From some quick google searches it appears their lawn tractors are made by MTD so I would assume so are their snow blowers. Find some pictures of MTD 5/23s and see if they compare. Looks like that is a store brand local to PA. I have never heard of them before.


----------



## BrianMcSouthJersey (Oct 6, 2010)

i don't know if this site will help but it has parts diagrams for MTD blowers. every search for Hechinger 523 comes up with MTD info. you will need a model number to search for info. Parts and Diagrams for MTD Hechinger 136-678D 372


----------



## djturnz (Feb 2, 2011)

Thanks . I was just playing with it and determined a few things that I will need to work on.
Only wants to run on choke or half choke.
Seems to have a slight fuel drip from the carb (perhaps related?)
Techumseh engine (not something I need to work on)


----------



## djturnz (Feb 2, 2011)

I also discovered that the augers are attached with a bolt thru the axle. I assume that is not a sheer pin. So ill have to get into that as well.


----------



## Shryp (Jan 1, 2011)

Some sheer pins are actually bolts. If the bolt head has nothing on it they are probably fine. If you see 3 or 5 dashes from center to outer edge they are wrong. Also the bolts usually have 2 grooves cut in them that you can see if you take them out.


----------



## djturnz (Feb 2, 2011)

Someone else told me its a Murray not an MTD.
I do know that its got an HS50 Tech.

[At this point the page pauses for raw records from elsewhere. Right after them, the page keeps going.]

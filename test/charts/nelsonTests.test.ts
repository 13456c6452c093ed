import * as fc from 'fast-check';
import { expect, test } from 'vitest';
import { nelsonTests } from '../../src/charts/tests/nelsonTests.ts';
import type { Side, TestEpisode, TestNumber } from '../../src/charts/types.ts';

/*
 * A second implementation of the eight tests, straight from their definitions: each looks at the last so many points of every point's
 * past, with no memory. Values are whole numbers of quarter sigmas around a centre line of 0, so that no rounding blurs "beyond".
 */
type Holds = (window: readonly number[], sign: 1 | -1) => boolean;

const steadily = (w: readonly number[], sign: number): boolean =>
  w.slice(1).every((value, i) => Math.sign(value - w[i]!) === sign);
const atLeast = (w: readonly number[], count: number, holds: (value: number) => boolean): boolean =>
  w.filter(holds).length >= count;

const DEFINITIONS: Record<TestNumber, { span: number; sided: boolean; partial?: boolean; holds: Holds }> = {
  1: { span: 1, sided: true, holds: ([value], sign) => value! * sign > 3 },
  2: { span: 9, sided: true, holds: (w, sign) => w.every((value) => value * sign > 0) },
  3: { span: 6, sided: true, holds: steadily },
  4: {
    span: 14,
    sided: false,
    holds: (w) => {
      const moves = w.slice(1).map((value, i) => Math.sign(value - w[i]!));
      return moves.every((move, i) => move !== 0 && (i === 0 || move !== moves[i - 1]));
    },
  },
  5: { span: 3, sided: true, partial: true, holds: (w, sign) => atLeast(w, 2, (value) => value * sign > 2) },
  6: { span: 5, sided: true, partial: true, holds: (w, sign) => atLeast(w, 4, (value) => value * sign > 1) },
  7: { span: 15, sided: false, holds: (w) => w.every((value) => Math.abs(value) <= 1) },
  8: {
    span: 8,
    sided: false,
    holds: (w) =>
      w.every((value) => Math.abs(value) > 1) && w.some((value) => value > 0) && w.some((value) => value < 0),
  },
};

function naiveTests(values: readonly number[]): TestEpisode[] {
  const found: TestEpisode[] = [];
  for (const key of Object.keys(DEFINITIONS)) {
    const number = Number(key) as TestNumber;
    const { span, sided, partial = false, holds } = DEFINITIONS[number];
    const sides: [Side, 1 | -1][] = sided
      ? [
          ['above', 1],
          ['below', -1],
        ]
      : [['both', 1]];
    for (const [side, sign] of sides) {
      const held = values.map((_, i) => {
        const first = i - span + 1;
        if (first < 0 && !partial) return false;
        return holds(values.slice(Math.max(0, first), i + 1), sign);
      });
      held.forEach((now, i) => {
        if (!now || held[i - 1]) return;
        let first = Math.max(0, i - span + 1);
        if (partial) while (values[first]! * sign <= (number === 5 ? 2 : 1)) first++;
        const end = held.indexOf(false, i);
        found.push({
          test: number,
          side,
          point: i + 1,
          members: [first + 1, i + 1],
          until: end === -1 ? values.length : end,
          speaks: number === 4 || number === 7 || number === 8 ? 'cut' : 'shift',
        });
      });
    }
  }
  return found;
}

const byPlace = (a: TestEpisode, b: TestEpisode): number =>
  a.point - b.point || a.test - b.test || a.side.localeCompare(b.side);

/** Sequences in which every pattern is common: plain noise, quiet or wild stretches, runs, trends and alternations, ties and zeros. */
const quarter = (most: number): fc.Arbitrary<number> => fc.integer({ min: -most, max: most }).map((q) => q / 4);
const stretch: fc.Arbitrary<number[]> = fc.oneof(
  fc.array(quarter(14), { minLength: 1, maxLength: 12 }),
  fc.array(quarter(4), { minLength: 12, maxLength: 20 }),
  fc.array(quarter(10), { minLength: 9, maxLength: 14 }).map((values) => values.map((value) => Math.abs(value) + 0.25)),
  fc.array(quarter(10), { minLength: 4, maxLength: 14 }).map((values) => values.map((value) => -Math.abs(value))),
  fc.array(quarter(10), { minLength: 5, maxLength: 8 }).map((values) => values.sort((a, b) => a - b)),
  fc.array(quarter(10), { minLength: 5, maxLength: 8 }).map((values) => [...new Set(values)].sort((a, b) => b - a)),
  fc
    .array(quarter(10), { minLength: 10, maxLength: 18 })
    .map((values) => values.map((value, i) => (Math.abs(value) + 0.25) * (i % 2 === 0 ? 1 : -1))),
  fc
    .array(quarter(8), { minLength: 6, maxLength: 12 })
    .map((values) => values.map((value) => value + Math.sign(value || 1) * 1.25)),
);
const sequence = fc.array(stretch, { minLength: 1, maxLength: 5 }).map((parts) => Object.freeze(parts.flat()));

test('the eight tests agree with their definitions on any sequence, episodes and members and all', () => {
  const seen = new Map<TestNumber, number>();
  fc.assert(
    fc.property(sequence, (values) => {
      const found = nelsonTests(values.map((value) => Object.freeze({ value, center: 0, sigma: 1 })));
      for (const { test: number } of found) seen.set(number, (seen.get(number) ?? 0) + 1);
      expect([...found].sort(byPlace)).toEqual(naiveTests(values).sort(byPlace));
    }),
    { numRuns: 2_000 },
  );
  // The comparison would be worth nothing for a pattern that never came up.
  for (const number of [1, 2, 3, 4, 5, 6, 7, 8] as const) expect(seen.get(number) ?? 0).toBeGreaterThan(20);
});

test('no point, and one point, are no pattern but a point beyond three sigma', () => {
  expect(nelsonTests([])).toEqual([]);
  expect(nelsonTests([{ value: 2.9, center: 0, sigma: 1 }])).toEqual([]);
  expect(nelsonTests([{ value: -3.1, center: 0, sigma: 1 }])).toMatchObject([
    { test: 1, side: 'below', members: [1, 1] },
  ]);
});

Motor, and its made in Canada.


----------



## Quickrick (May 2, 2011)

*Hechinger*

Hi, 
While I cannot tell you where to source parts, I can tell you of Hechinger. 

Hechinger was a local hardware chain in the Washington, DC/ Northern Va and Maryland localities. They did not survive the Home Depot and Lowes invasion of about 10 years ago and went out of business. 
Hechinger - Wikipedia, the free encyclopedia


QR


----------